A long distance runner starts at the beginning of a trail and runs at a rate of 5 miles per hour. One hour later, a cyclist starts at the beginning of the trail and travels at a rate of 13 miles per hour. What is the amount of time that the cyclist travels before overtaking the runner?
Do not do any rounding.
when the cyclist starts, the runner is 5 miles ahead.
So, he needs to make up 5 miles at 13 mi/hr, which takes 5/13 hours.
5/8
To determine the amount of time the cyclist travels before overtaking the runner, we can use the concept of relative speed.
First, let's assume that the time it takes for the cyclist to overtake the runner is "t" hours.
Since the runner has a one-hour head start, the runner has already traveled a distance of 5 miles (as the runner is running at a rate of 5 miles per hour).

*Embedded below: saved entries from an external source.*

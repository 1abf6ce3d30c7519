import "server-only";
import { createPrismaClient, type Db } from "@/lib/db/client";
import { resolveDatabasePath } from "@/lib/db/path";
import { prepareDatabase } from "@/lib/db/prepare";

/**
 * The app's one Prisma client, built once per process and cached on globalThis (so
 * dev-mode reloads reuse it). The first call also makes sure the database file is
 * migrated and, if brand new, seeded with the demo scenario.
 */
const g = globalThis as unknown as { __holdlineDb?: Promise<Db> };

export function getDb(): Promise<Db> {
  if (!g.__holdlineDb) {
    const dbPath = resolveDatabasePath();
    g.__holdlineDb = prepareDatabase(dbPath, { quiet: true }).then(() => createPrismaClient(dbPath));
    g.__holdlineDb.catch(() => {
      g.__holdlineDb = undefined;
    });
  }
  return g.__holdlineDb;
}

To find out the distance between the cyclist and the runner when the cyclist overtakes the runner, we can multiply the cyclist's speed by the time it takes for the cyclist to overtake the runner (i.e., 13t).
We know that when the cyclist overtakes the runner, the distance traveled by the cyclist is equal to the distance traveled by the runner plus the initial distance the runner covered before the cyclist started.
Thus, we can write the equation:
13t = 5 + 5t
Simplifying the equation, we get:
13t = 5 + 5t
13t - 5t = 5
8t = 5
t = 5/8
Therefore, the cyclist will travel for 5/8 hours before overtaking the runner.